Attention is currently required from: Raul Rangel. Julius Werner has posted comments on this change. ( https://review.coreboot.org/c/coreboot/+/56351 )
Change subject: lib/thread: Make thread_run not block the current state ......................................................................
Patch Set 1: Code-Review+2
(2 comments)
Patchset:
PS1: Yeah, I've been wondering about this too. It's probably a good idea. My only concern is that there's nothing really preventing your thread from running over the end of the stage in that case. It might be a good idea to add a check somewhere in payload_run() to make sure there are no more running threads in the background.
File src/lib/thread.c:
https://review.coreboot.org/c/coreboot/+/56351/comment/58a6f291_baa1d756 PS1, Line 325: printk(BIOS_ERR, "thread_run() No more threads!\n"); This is a bit off-topic for this patch, but I'm wondering if the better answer here would be to wait and yield until a new thread slot becomes available.
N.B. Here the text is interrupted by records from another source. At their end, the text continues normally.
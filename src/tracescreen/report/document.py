"""The report as a document: sections of headings, paragraphs, tables and figures, built once and
written by each renderer (printable HTML and so PDF in :mod:`tracescreen.report.html`, Word in
:mod:`tracescreen.report.docx`).

Blocks hold plain text only; each renderer escapes it for its format. Tables hold text cells
(:func:`tracescreen.report.words.in_words`) and say which leading columns identify a row, so that a
table too wide for a page is split into parts that repeat them (:func:`column_parts`).
"""

from __future__ import annotations

from dataclasses import dataclass, field

import pandas as pd

from tracescreen.report.cover import Cover


@dataclass
class Paragraph:
    """A paragraph; ``style`` is ``"p"``, ``"lead"`` (a summary sentence), ``"caution"`` or ``"note"``."""

    text: str
    style: str = "p"


@dataclass
class Bullets:
    """A list of sentences."""

    items: list[str]


@dataclass
class Heading:
    """A sub-heading inside a section (level 3)."""

    text: str


@dataclass
class Table:
    """A table of text cells.

    Attributes
    ----------
    frame : pandas.DataFrame
        Text cells, headers in words.
    table_id : str
        Element id in HTML (``exceedances-table``).
    caption : str
    key_columns : int
        Leading columns that identify a row, repeated in every part of a split table.
    max_columns : int
        Columns per part (key columns included) before the table is split.
    numeric : tuple of str
        Headers of right-aligned (numeric) columns.
    status : pandas.DataFrame or None
        Status code per cell (same shape as ``frame``, "" where none): a cell's class in HTML.
    more : str
        A sentence after the table, e.g. where the rows left out are.
    """

    frame: pd.DataFrame
    table_id: str
    caption: str = ""
    key_columns: int = 1
    max_columns: int = 12
    numeric: tuple = ()
    status: pd.DataFrame | None = None
    more: str = ""


@dataclass
class Figure:
    """A chart: a plotly figure, drawn to static images (SVG for HTML and PDF, PNG for Word) by
    :func:`tracescreen.report.images.draw`.

    Attributes
    ----------
    figure : plotly.graph_objects.Figure
    figure_id : str
    caption : str
    width, height : int
        Size in CSS pixels.
    points : int
        Markers drawn; a figure of more than :data:`MAX_SVG_POINTS` is shown on the page as WebP (an
        SVG grows with every point; a WebP of a dense chart is a third of its PNG).
    images : dict
        Format (``"svg"``, ``"png"``, ``"webp"``) -> bytes, filled when drawn.
    """

    figure: object
    figure_id: str
    caption: str = ""
    width: int = 700
    height: int = 900
    points: int = 0
    images: dict = field(default_factory=dict)

    @property
    def page_format(self) -> str:
        """The image format of this figure in HTML and PDF: SVG, or WebP for a dense figure."""
        return "webp" if self.points > MAX_SVG_POINTS else "svg"


#: Markers above which a chart is embedded in HTML and PDF as WebP rather than SVG: about 240 bytes
#: of SVG per marker, so 600 markers are about 150 KB, what a 6-panel WebP at twice the pixels
#: takes whatever the markers (measured with kaleido 1.5: 2,520 markers 606 KB SVG, 777 KB PNG,
#: 180 KB WebP).
MAX_SVG_POINTS = 600


@dataclass
class Section:
    """A numbered section (or lettered appendix) starting on a new page."""

    section_id: str
    title: str
    blocks: list = field(default_factory=list)
    appendix: bool = False
    landscape: bool = False


@dataclass
class Document:
    """The whole report: first page (cover, caution, executive summary) and sections."""

    cover: Cover
    caution: str
    summary: list[str]
    sections: list[Section]

    def figures(self) -> list[Figure]:
        """Every figure of the document, in order."""
        return [b for s in self.sections for b in s.blocks if isinstance(b, Figure)]

    def numbered(self) -> list[tuple[str, Section]]:
        """Sections with their numbers: 1, 2, ... for the body, A, B, ... for appendices."""
        out, n, a = [], 0, 0
        for s in self.sections:
            if s.appendix:
                out.append((f"Appendix {chr(ord('A') + a)}", s))
                a += 1
            else:
                n += 1
                out.append((str(n), s))
        return out


def column_parts(table: Table) -> list[pd.DataFrame]:
    """The table's column parts: all of it when it fits :attr:`Table.max_columns`, else parts of the
    other columns, each with the key columns first."""
    f = table.frame
    if f.shape[1] <= table.max_columns:
        return [f]
    keys = list(f.columns[:table.key_columns])
    rest = list(f.columns[table.key_columns:])
    step = max(table.max_columns - len(keys), 1)
    return [f[keys + rest[i:i + step]] for i in range(0, len(rest), step)]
With the way your thread_join() and the automatic termination and the storing the result in the thread_handle works now, it would be easy to accidentally spawn more threads over the course of the ramstage than CONFIG_NUM_THREADS, and it might be fine during testing because one of the threads terminates (even though its thread_join() hasn't been reached yet) before the other one starts. But then later patches or other external factors might introduce a tiny timing change, and suddenly that thread does not terminate before the next one tries to run. We would want to make sure that the system doesn't just fail to boot in that case (which is what returning -1 here would probably do most of the time), so I think printing a BIOS_WARNING and waiting until a thread slot frees up would be the best option.